The UCSC dbkey terms are similar to a unique index identifier, and all of the other artifacts associated with that specific assembly are connected to it, including external connections like a Galaxy link. The other labels can be descriptive or used as supplementary keys for other purposes.

In this screenshot, the dbkey is the last (value) in the genome title at the top. The URL for the view also includes the dbkey as the baseline identifier. All assemblies at UCSC will have the same structure/organization.

Hi @GalaxyFrog

We discussed this directly but let’s share with the community and the ChatGXY help indexes here too.

Hub genomes - data hosting from a public Galaxy server

These are special and not currently supported for direct data hosting from a public Galaxy server. We have been discussing this for some time! I’ve opened a new issue ticket with all of the details for the use case (hosting bigWig files) but also for visualization purposes. For now, IGV can be used for the visualization with any fasta file (see igv ).

Hub genomes - data hosting workaround in a private Galaxy server

The ticket above also includes the current workaround for custom data hosting into a Hub assembly. In short, you can host a small personal Galaxy instance and connect it to UCSC display. The DOCKER version of Galaxy has most pre-configured, so the start up and data saving parameters are different than a full server from scratch, so please be sure to see the dedicated README.

Workaround for end users

  1. Learn how to host your own Galaxy server here (the Docker version would be recommended for “less” technical user cases!) → Private Galaxy Servers

  2. Learn how to host data in your own Galaxy server into a Hub here → GitHub - goeckslab/hub-archive-creator: This Galaxy tool permits to prepare your files to be ready for Assembly Hub visualization. · GitHub

Fasta preparation

The chromosome lengths will be computed on demand from a fasta file, however, that fasta should be very clean. For your case, this means removing the description content from the fasta title lines.
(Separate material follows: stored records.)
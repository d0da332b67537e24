import { sep } from "node:path";
import { makeFolder } from "#main/node/disk-fault.ts";
import type { FilePort } from "#main/node/file-port.ts";
import { Journal, type WriterCheck } from "#main/node/journal.ts";
import { createId, type LibraryLayout, type RandomBytes } from "#main/node/layout.ts";
import { NEW_PASS, type PassFile, readPassFile } from "#main/node/pass-file.ts";
import { PassFolds } from "#main/node/pass-folds.ts";
import { summarise } from "#main/node/pass-summary.ts";
import { writeJson } from "#main/node/whole-file.ts";
import type { AppendAnswer, AppendRequest } from "#shared/api/routes.ts";
import type { PassSummary } from "#shared/api/specimen.ts";
import { isTautlineError, TautlineError } from "#shared/errors.ts";
import { readChain } from "#shared/log/chain.ts";
import { PassHistory } from "#shared/log/history.ts";
import { hashOfLine, lineOf } from "#shared/log/line.ts";
import { LOG_FORMAT, LOG_VERSION, type LogHeader, type LogRecord } from "#shared/log/records.ts";
import type { Curve } from "#shared/trees/document.ts";
import type { Operation } from "#shared/trees/operations.ts";

export interface PassStoreOptions {
  readonly files: FilePort;
  readonly layout: LibraryLayout;
  readonly random: RandomBytes;
  /** UTC milliseconds. */
  readonly now: () => number;
  readonly mayWrite: WriterCheck;
}

/** An edit that a pass begins with. */
export interface FirstEdit {
  readonly operation: Operation;
  readonly label: string;
  readonly curves: readonly Curve[];
}

/** A pass that comes from another library. */
export interface TakenInPass {
  readonly specimen: string;
  readonly pass: string;
  readonly annotator: string;
  /** A whole log, header first. */
  readonly records: readonly LogRecord[];
}

/** The passes of a library: their journals, opened once and kept, and what is said beside them. */
export class PassStore {
  readonly #options: PassStoreOptions;
  readonly #journals = new Map<string, Promise<Journal>>();
  readonly #folds: PassFolds;
  /** Whether a pass came back from an annotator, by the path of its file; asked for with every edit. */
  readonly #returned = new Map<string, boolean>();
  readonly #summaries = new Map<string, { key: string; summary: PassSummary }>();

  constructor(options: PassStoreOptions) {
    this.#options = options;
    this.#folds = new PassFolds(options.files);
  }

  /** The pass's journal. @throws not-found, unreadable-input */
  async journal(specimen: string, pass: string): Promise<Journal> {
    const { files, layout, mayWrite } = this.#options;
    const path = layout.journal(specimen, pass);
    const opened = this.#journals.get(path) ?? this.#open(path, () => Journal.open(files, path, mayWrite), pass);
    return opened;
  }

  /** Ids of a specimen's passes. */
  async ids(specimen: string): Promise<string[]> {
    const entries = (await this.#options.files.list(this.#options.layout.passes(specimen))) ?? [];
    return entries.filter(({ folder }) => folder).map(({ name }) => name);
  }

  /** The pass as the shelf lists it; kept until its journal or its state changes. @throws not-found, unreadable-input */
  async summary(specimen: string, pass: string): Promise<PassSummary> {
    const { files, layout } = this.#options;
    const journal = await this.journal(specimen, pass);
    const file = await readPassFile(files, layout.passFile(specimen, pass));
    const key = `${journal.head.hash} ${JSON.stringify(file)}`;
    const kept = this.#summaries.get(`${specimen}/${pass}`);
    if (kept?.key === key) return kept.summary;
    const summary = summarise(await this.#folds.history(layout.pass(specimen, pass), journal), file);
    this.#summaries.set(`${specimen}/${pass}`, { key, summary });
    return summary;
  }

  /** The history of a pass as it stands on disk. @throws not-found, unreadable-input */
  async history(specimen: string, pass: string): Promise<PassHistory> {
    return this.#folds.history(this.#options.layout.pass(specimen, pass), await this.journal(specimen, pass));
  }

  /** @throws conflict for a pass that came back from an annotator */
  async refuseReturned(specimen: string, pass: string): Promise<void> {
    const { files, layout } = this.#options;
    const path = layout.passFile(specimen, pass);
    const isReturned = this.#returned.get(path) ?? (await readPassFile(files, path)).returned !== undefined;
    this.#returned.set(path, isReturned);
    if (!isReturned) return;
    throw new TautlineError("conflict", "This pass came back from an annotator of a study and stays as it was handed over.", {
      what: "pass",
      expected: "a pass of this library",
      found: "a returned pass",
    });
  }

  /** Appends to a pass's journal; see {@link Journal.append}. A snapshot follows when one is due. */
  async append(specimen: string, pass: string, request: AppendRequest): Promise<AppendAnswer> {
    const journal = await this.journal(specimen, pass);
    const answer = await journal.append(request);
    // Not awaited: the window shows "saved" once the journal is synced.
    void this.#folds.snapshot(this.#options.layout.pass(specimen, pass), journal);
    return answer;
  }

  /** A new pass with nothing but its header. */
  async create(specimen: string, annotator: string): Promise<PassSummary> {
    const header = await this.#newHeader(specimen, annotator);
    return this.#begin([this.#headerLine(header)], NEW_PASS, header);
  }

  /** A new pass that begins with one edit. */
  async createFilled(specimen: string, annotator: string, file: PassFile, first: FirstEdit): Promise<PassSummary> {
    const header = await this.#newHeader(specimen, annotator);
    const stamp = { t: this.#options.now(), mono: 0, session: createId(this.#options.random) };
    const { history, lines } = PassHistory.begin(header, stamp);
    lines.push(...history.commit(first.operation, first.label, first.curves, stamp));
    return this.#begin(lines, file, header);
  }

  /** A new pass that repeats the records of `lines` (a whole log) under a header of its own. @throws unreadable-input */
  async adopt(specimen: string, lines: readonly string[], file: PassFile): Promise<PassSummary> {
    const [first, ...rest] = readChain(lines, undefined, "The log sent").map(({ record }) => record);
    if (first?.kind !== "header")
      throw new TautlineError("bad-request", "The log sent is empty.", { what: "no lines", where: "body.lines" });
    const header = await this.#newHeader(specimen, first.body.annotator);
    const chained = [this.#headerLine(header)];
    for (const record of rest) chained.push(lineOf({ ...record, prev: hashOfLine(chained[chained.length - 1]!) }));
    return this.#begin(chained, file, header);
  }

  /**
   * A pass with the given id that holds `records` under a header of its own. When it is there already with the same records,
   * nothing is done: whoever was stopped in between asks again. @throws conflict when it is there with others
   */
  async takeIn(given: TakenInPass, file: PassFile): Promise<PassSummary> {
    const { specimen, pass, annotator, records } = given;
    const [first, ...rest] = records;
    if (first?.kind !== "header")
      throw new TautlineError("bad-request", "The log is empty.", { what: "no header", where: "log" });
    const begun = await this.journal(specimen, pass).catch((error) => {
      if (isTautlineError(error, "not-found")) return null;
      throw error;
    });
    const header = begun?.header ?? { ...(await this.#newHeader(specimen, annotator)), pass, epoch: first.body.epoch };
    const chained = [lineOf({ ...first, prev: "", body: header })];
    for (const record of rest) chained.push(lineOf({ ...record, prev: hashOfLine(chained[chained.length - 1]!) }));
    if (!begun) return this.#begin(chained, file, header);
    const last = hashOfLine(chained[chained.length - 1]!);
    if (begun.head.hash === last) return this.summary(specimen, pass);
    throw new TautlineError("conflict", "The pass is in the library already, with another log; it stays as it is.", {
      what: "pass",
      expected: last,
      found: begun.head.hash,
    });
  }

  /** Writes the journal of a pass whose own was lost, from the window's copy. @throws conflict when there is one */
  async rebuild(specimen: string, pass: string, lines: readonly string[]): Promise<Journal> {
    const { files, layout, mayWrite } = this.#options;
    const first = readChain(lines, undefined, "The log sent")[0]?.record;
    if (first?.kind !== "header" || first.body.pass !== pass || first.body.specimen !== specimen) {
      const found = first?.kind === "header" ? `pass ${first.body.pass}` : "no header";
      throw new TautlineError("conflict", `The log sent belongs to another pass (${found}).`, {
        what: "pass",
        expected: pass,
        found,
      });
    }
    await mayWrite();
    await makeFolder(files, layout.pass(specimen, pass));
    const path = layout.journal(specimen, pass);
    return this.#open(path, () => Journal.create(files, path, lines, mayWrite), pass);
  }

  async changeFile(specimen: string, pass: string, change: (file: PassFile) => PassFile): Promise<void> {
    const { files, layout, mayWrite } = this.#options;
    await this.journal(specimen, pass);
    await mayWrite();
    const path = layout.passFile(specimen, pass);
    await writeJson(files, path, change(await readPassFile(files, path)));
  }

  /** Closes the journals of a specimen, or all. */
  async close(specimen?: string): Promise<void> {
    const within = specimen === undefined ? "" : `${this.#options.layout.specimen(specimen)}${sep}`;
    this.#folds.forget(within);
    for (const path of this.#returned.keys()) if (path.startsWith(within)) this.#returned.delete(path);
    for (const key of this.#summaries.keys())
      if (specimen === undefined || key.startsWith(`${specimen}/`)) this.#summaries.delete(key);
    for (const [path, journal] of this.#journals) {
      if (!path.startsWith(within)) continue;
      this.#journals.delete(path);
      await (await journal).close();
    }
  }

  #open(path: string, work: () => Promise<Journal | undefined>, pass: string): Promise<Journal> {
    const opened = work().then((journal) => {
      if (!journal) throw new TautlineError("not-found", "There is no such pass in the library.", { what: "pass", id: pass });
      return journal;
    });
    this.#journals.set(path, opened);
    opened.catch(() => this.#journals.delete(path));
    return opened;
  }

  async #begin(lines: readonly string[], file: PassFile, header: LogHeader): Promise<PassSummary> {
    const { files, layout, mayWrite } = this.#options;
    const { specimen, pass } = header;
    await mayWrite();
    await makeFolder(files, layout.pass(specimen, pass));
    files.reach("pass:after-folder");
    this.#returned.delete(layout.passFile(specimen, pass));
    // The journal comes last: a folder without one is no pass, so a killed process leaves none half-made.
    if (file !== NEW_PASS) await writeJson(files, layout.passFile(specimen, pass), file);
    const path = layout.journal(specimen, pass);
    await this.#open(path, () => Journal.create(files, path, lines, mayWrite), pass);
    return this.summary(specimen, pass);
  }

  async #newHeader(specimen: string, annotator: string): Promise<LogHeader> {
    const { random } = this.#options;
    let number = 1;
    for (const id of await this.ids(specimen)) {
      const other = await this.journal(specimen, id).catch(() => null);
      if (other?.header.annotator === annotator) number = Math.max(number, other.header.number + 1);
    }
    const pass = createId(random);
    return { format: LOG_FORMAT, version: LOG_VERSION, pass, specimen, annotator, number, epoch: createId(random) };
  }

  #headerLine(body: LogHeader): string {
    const session = createId(this.#options.random);
    return lineOf({
      seq: 0,
      parent: 0,
      prev: "",
      t: this.#options.now(),
      mono: 0,
      session,
      kind: "header",
      label: "Pass begun",
      body,
    });
  }
}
The NormalizeFasta tool can do this. Please see the extra option to “split title line at first whitespace”. You will want to use this, along with wrapping to a very standard width. Wrapping at 80 bases is the original specification and tends to work best with any tool! If you were working on the command line, both would be needed, and in Galaxy this can be optional, but if you loath odd random errors as much as me, standardizing reference data at the start is a worthwhile time investment.

Not sure how? Please see → FAQ: How to use Custom Reference Genomes?



Thanks for all the follow-up! The developers will review the ticket next Tuesday and we’ll learn about their thoughts back on it directly.

Ok! Thanks so much for your help. I made the updates to my fasta file and re-assigned that build (with the correct key name) to my datasets. I guess for now I’m limited to viewing the data on Galaxy with IGV/IGB, with the understanding that the developers are aware the genomes on the Hub project are not currently supported, and that it sounds like this issue has been known for a decade. Hopefully there is a reconsideration of the Hub project.